REQUIREMENT: Filter the entries for the word "page". Copy each line that has it.

━━━ INPUT MATERIAL ━━━

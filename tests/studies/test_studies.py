"""The studies themselves, each on a few nights; the whole ones run on request."""

from __future__ import annotations

import json
from collections.abc import Callable
from math import sqrt
from pathlib import Path
from typing import Any

import numpy as np
import pytest

from tests.studies import (
    benches,
    chaos,
    charts,
    exclusions,
    irregular,
    masks,
    matrix,
    plans,
    quality,
    tasks,
    zigzag,
)
from tests.studies.__main__ import RESULTS, STUDIES, main, misses
from tests.studies.bench import generator_of, night
from tests.studies.sources import SOURCES
from tests.studies.tables import BEGIN, DEVELOPERS, END, between, text


def test_a_few_zig_zag_nights() -> None:
    found = zigzag.study(40)["rows"]

    assert set(SOURCES) <= set(found)
    for source, row in found.items():
        # Of 40 nights (5 of Lantern): four simulation errors of each figure.
        assert abs(row["bias"]) < 4 * row["bias_se"], source
        assert row["coverage_95"] > 0.95 - 4 * row["coverage_95_se"], source
        if source != "flicker":
            assert row["sd_over_bound"] < 1.03 + 4 * row["sd_over_bound_se"], source
    assert found["flicker"]["sd"] > 1.5 > found["flicker"]["monitored"]["sd"]


def test_a_few_irregular_nights() -> None:
    row = irregular.row("linear", 12)

    assert abs(row["bias"]) < 4 * row["bias_se"]
    assert row["sd"] < 1.12 + 4 * row["sd_se"]
    assert row["coverage_95"] > 0.95 - 4 * row["coverage_95_se"]


def test_a_few_nights_of_other_benches() -> None:
    for name, row in benches.study(30)["rows"].items():
        assert abs(row["bias"]) < 4 * row["bias_se"], name
        assert row["coverage_95"] > 0.95 - 4 * row["coverage_95_se"], name


def test_lost_visits_cost_nothing_as_whole_stands_and_much_alone() -> None:
    found = exclusions.study(4)["rows"]

    assert all(row["meets"]["error"] for row in found.values())
    assert found["lone visits dropped"]["rms"] > 20 * found["whole stands dropped"]["rms"]


def test_a_spoilt_night_of_quality() -> None:
    of = night()

    half = quality._spoilt(of, "half of the counts", 0.5, 1)

    assert (half["found"], half["wrongly_named"]) == (1.0, 0.0)


def test_a_study_has_its_own_numbers_for_every_source_and_always_the_same() -> None:
    draws = {name: generator_of("zigzag", name).random() for name in SOURCES}

    assert len(set(draws.values())) == len(SOURCES)
    assert generator_of("zigzag", "linear").random() == draws["linear"]


@pytest.mark.parametrize("source", SOURCES)
def test_a_source_has_the_size_that_its_name_says(source: str) -> None:
    time_s = np.linspace(0, 36_000, 1201)

    strength = SOURCES[source](time_s, 400, np.random.default_rng(1))

    change = np.log(strength[:, -1] / strength[:, 0])
    falls = {
        "none": 0.0,
        "linear": np.log(0.7),
        "quadratic": np.log(0.7),
        "exponential": np.log(0.8),
        "mix": np.log(0.7),
    }
    spreads = {"random walk": 0.03 * sqrt(10), "steps": 0.02 * sqrt(10), "flicker": 0.005 * sqrt(2 * 9.3)}
    assert change.mean() == pytest.approx(falls.get(source, 0.0), abs=4 * change.std() / 20 + 1e-4)
    if source in spreads:
        # 400 draws know a standard deviation to 3.5 %: four of them, and a little for slow relaxations.
        assert change.std() == pytest.approx(spreads[source], rel=0.18)
    if source.startswith("sine"):
        assert strength.max() == pytest.approx(1.02, abs=1e-4)


def test_the_command_writes_json_and_says_what_it_missed(
    tmp_path: Path, capsys: pytest.CaptureFixture[str]
) -> None:
    status = main(["exclusions", "--nights", "4", "--json", str(tmp_path / "deep" / "one.json")])

    result = json.loads((tmp_path / "deep" / "one.json").read_text())
    assert status == 0
    assert capsys.readouterr().err.splitlines()[-1] == "every figure meets its target"
    assert {"study", "rows", "about", "cpu_s"} <= set(result)


def test_a_missed_target_is_named() -> None:
    result: dict[str, Any] = {"rows": {"linear": {"meets": {"bias": True, "sd": False}}, "none": {}}}

    assert misses(result) == [("linear", "sd")]


def test_the_tables_in_print_are_those_of_the_results() -> None:
    page = DEVELOPERS.read_text()

    known = {path.stem for path in RESULTS.glob("*.json")}
    assert known == {*STUDIES, *plans.STUDIES}
    assert between(page, text(RESULTS)) == page


def test_only_what_stands_between_the_markers_is_written() -> None:
    page = f"# Mine\n\n{BEGIN}\nold\n{END}\n\ntail\n"

    assert between(page, "new\n") == f"# Mine\n\n{BEGIN}\nnew\n{END}\n\ntail\n"
    assert between("# Mine\n", "new\n") == f"# Mine\n\n{BEGIN}\nnew\n{END}\n"


@pytest.mark.parametrize("test", sorted({test for _, _, test in matrix.FAULTS.values()}))
def test_every_fault_of_the_matrix_has_its_test(test: str) -> None:
    path, name = test.split("::")

    assert f"def {name}(" in (DEVELOPERS.parent / path).read_text()


@pytest.mark.parametrize("test", sorted({test for _, test in matrix.OTHERS.values()}))
def test_everything_else_that_may_happen_has_its_test(test: str) -> None:
    path, name = test.split("::")

    assert f"def {name}(" in (DEVELOPERS.parent / path).read_text()


@pytest.fixture(scope="module")
def quiet_s() -> float:
    """Return how long the run of the matrix takes without a fault [s]."""
    return matrix._run(None)[0]


@pytest.mark.parametrize(
    ("kind", "found"),
    [
        (_HIGH := "pressure too high for 300 s", lambda: matrix._run(matrix.FAULTS[_HIGH][0])),
        (_DEAD := "service killed", matrix.MEASURED[_DEAD]),
    ],
)
def test_a_fault_costs_what_the_matrix_says(
    kind: str, found: Callable[[], matrix.Found], quiet_s: float
) -> None:
    run_s, ended, repeated = found()

    told = json.loads((RESULTS / "matrix.json").read_text())["rows"][kind]
    assert run_s - quiet_s == pytest.approx(told["lost_s"], abs=1e-6)
    assert (ended, repeated) == (told["ended"], told["repeated"])


def test_every_row_of_the_matrix_has_a_time_or_says_why_not() -> None:
    rows = json.loads((RESULTS / "matrix.json").read_text())["rows"]

    assert set(rows) == {*matrix.FAULTS, *matrix.OTHERS}
    assert all("lost_s" in row or row["why"] for row in rows.values())


def test_a_night_of_chaos_that_is_killed_loses_nothing() -> None:
    found = chaos.night(0)

    assert found["killed"]
    assert found["acknowledged"] >= 1520
    assert (found["lost"], found["misfiled"]) == (0, 0)
    assert found["ended"]


def test_a_few_alarms_and_quiet_weeks() -> None:
    found = charts.study(12)["rows"]

    steady = found["false alarms, level known"]
    assert abs(steady["weeks"] - steady["theory"]) < 4 * steady["weeks_se"]
    running = found["false alarms, as it runs"]
    assert abs(running["weeks"] - running["theory"]) < 4 * running["weeks_se"]
    assert all(all(found[row]["meets"].values()) for row in ("step of 0.5 %", "ramp of 1 % an hour"))
    assert found["quiet weeks"]["wakes"] == 0


def test_a_few_draws_of_bench_tasks() -> None:
    found = tasks.study(16)["rows"]

    assert set(found) == set(json.loads((RESULTS / "tasks.json").read_text())["rows"])
    for name, row in found.items():
        assert abs(row.get("bias", 0.0)) < 4.5 * row.get("bias_se", 1.0), name
        if name.startswith("clipping"):
            assert row["meets"]["said"], name


def test_a_few_draws_of_tasks_of_the_mask() -> None:
    found = masks.study(16)["rows"]

    assert set(found) == set(json.loads((RESULTS / "masks.json").read_text())["rows"])
    for name, row in found.items():
        assert abs(row.get("bias", 0.0)) < 4.5 * row.get("bias_se", 1.0), name
        if name.startswith(("chip", "a window")):
            assert row["right"] == 1.0, name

━━━

ANSWER BOX:
    page = DEVELOPERS.read_text()
    assert between(page, text(RESULTS)) == page
    page = f"# Mine\n\n{BEGIN}\nold\n{END}\n\ntail\n"
    assert between(page, "new\n") == f"# Mine\n\n{BEGIN}\nnew\n{END}\n\ntail\n"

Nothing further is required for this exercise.